Do they leave 1 seat empty, or perhaps more than 1?
What does it mean for all seats to be filled? Does that mean there is someone in the first seat and someone in either the last or first to last seat and lots of gaps in between?
Do you know either the total number of seats or the odds of skipping more than one seat?
The mean is similar to the expected value...think of the sum over all options: (# of occupied seats) x (probability of that number).
 
there must be at least one seat empty between any two kids. They can sit in anyway until all seat are taken.
 
So, there might be 1 or 2 seats empty, but if 3 empty seats, then not all seats are taken, since another kid could fit?
Or are there unlimited seats available, so between any two kids there might be an unlimited number of seats?
Ultimately, if you are asking to find a fraction of occupied seats, that will be # taken / # total.
If one seat available, mean fraction is 1.00.

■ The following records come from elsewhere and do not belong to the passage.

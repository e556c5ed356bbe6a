// Engine speed against a plain hand-written typed-array loop (padded buffers, no branches in the inner loop),
// for 2D Perona–Malik and 5-point heat, Float32, reflect. Prints times and ratios; asserts nothing.
// Run with: node test/bench/run-engine.mjs
import { createRun } from '../../src/engine/run';
import { parseAndCheck } from '../../src/notation/index';

const PM = `grid 2d\nboundary reflect\nparam K = 0.05 in [0.001, 1]\nstep dt = 0.2\nsteps 1\nfield u = image\n` +
  `diffusivity g(s) = 1 / (1 + s^2 / K^2)\nu' = u + dt * sum n in N4: g(u[n] - u) * (u[n] - u)\n`;
const HEAT = `grid 2d\nboundary reflect\nstep dt = 0.2\nsteps 1\nfield u = image\nu' = u + dt * sum n in N4: u[n] - u\n`;

function image(n: number): { width: number; height: number; data: Float32Array } {
  const data = new Float32Array(n * n);
  let a = 12345;
  for (let i = 0; i < data.length; i++) {
    a = (Math.imul(a, 1103515245) + 12345) >>> 0;
    data[i] = (a >>> 8) / 16777216;
  }
  return { width: n, height: n, data };
}

/** Reflect halo of one cell: copy the edge rows and columns outward. */
function ghosts(u: Float32Array, W: number, H: number): void {
  const pw = W + 2;
  for (let y = 1; y <= H; y++) {
    u[y * pw] = u[y * pw + 1];
    u[y * pw + W + 1] = u[y * pw + W];
  }
  u.copyWithin(0, pw, 2 * pw);
  u.copyWithin((H + 1) * pw, H * pw, (H + 1) * pw);
}

function handLoop(kind: 'pm' | 'heat', img: { width: number; height: number; data: Float32Array }, steps: number): number {
  const W = img.width, H = img.height, pw = W + 2;
  let u = new Float32Array(pw * (H + 2)), v = new Float32Array(pw * (H + 2));
  for (let y = 0; y < H; y++) u.set(img.data.subarray(y * W, (y + 1) * W), (y + 1) * pw + 1);
  const dt = 0.2, K = 0.05, iK2 = 1 / (K * K);
  const t0 = performance.now();
  for (let s = 0; s < steps; s++) {
    ghosts(u, W, H);
    for (let y = 1; y <= H; y++) {
      let i = y * pw + 1;
      for (let x = 0; x < W; x++, i++) {
        const c = u[i];
        const e = u[i + 1] - c, w = u[i - 1] - c, so = u[i + pw] - c, no = u[i - pw] - c;
        v[i] = kind === 'heat'
          ? c + dt * (e + w + so + no)
          : c + dt * (e / (1 + e * e * iK2) + w / (1 + w * w * iK2) + so / (1 + so * so * iK2) + no / (1 + no * no * iK2));
      }
    }
    const t = u; u = v; v = t;
  }
  return (performance.now() - t0) / 1000;
}

function engine(text: string, img: { width: number; height: number; data: Float32Array }, steps: number): number {
  const r = parseAndCheck(text);
  if (!r.scheme) throw new Error('bench scheme has errors');
  const run = createRun(r.scheme, { image: img, steps, dtype: 'float32' });
  return run.runSync().stepSeconds;
}

let peak = 0;
const sample = () => {
  const m = process.memoryUsage();
  peak = Math.max(peak, m.rss);
};

const cases: [string, 'pm' | 'heat', number, number][] = [
  ['Perona–Malik', 'pm', 512, 100], ['Perona–Malik', 'pm', 2048, 20],
  ['heat 5-point', 'heat', 512, 100], ['heat 5-point', 'heat', 2048, 20],
];
console.log('case                         size       steps  hand s   engine s  engine/hand  Mpx·steps/s (engine)');
for (const [label, kind, n, steps] of cases) {
  const img = image(n);
  // Warm-up so both sides are optimised before timing; then best of three.
  handLoop(kind, image(64), 50);
  engine(kind === 'pm' ? PM : HEAT, image(64), 50);
  let hand = Infinity, eng = Infinity;
  for (let k = 0; k < 3; k++) {
    hand = Math.min(hand, handLoop(kind, img, steps)); sample();
    eng = Math.min(eng, engine(kind === 'pm' ? PM : HEAT, img, steps)); sample();
  }
  console.log(`${label.padEnd(28)} ${`${n}²`.padEnd(10)} ${String(steps).padEnd(6)} ${hand.toFixed(3).padEnd(8)} ${eng.toFixed(3).padEnd(9)} ${(eng / hand).toFixed(2).padEnd(12)} ${((n * n * steps) / eng / 1e6).toFixed(1)}`);
}
console.log(`peak RSS ${(peak / 2 ** 20).toFixed(0)} MiB (process.memoryUsage().rss, sampled after each timed run)`);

If two seats available, mean fraction is .5
If 3 seats available, you have 2/3 full in 2 of 3 cases, and 1/3 in one of the three cases (first person sits in the 2nd seat), for a mean seat fraction of 5/9.
I am still not clear what your actual problem is, if it is one where the seats are the limiter, then it will end up being some function of seats available. If student numbers is the limiter, then it will be students/seats. If seats are unlimited, and seats between are unlimited, then you need to have some sort of probability distribution for how many seats are left between kids.
 
dumsek said:
There are a set of kids (let's say N=50) asked to sit in a row of seats, leaving at least one empty seat between them until all seats are filled. At the end, how do I calculate mean of the fraction of occupied seats? What will be the input to calculate mean?

If the seating continues "until all seats are filled" in the row, the mean fraction of empty seats will be zero.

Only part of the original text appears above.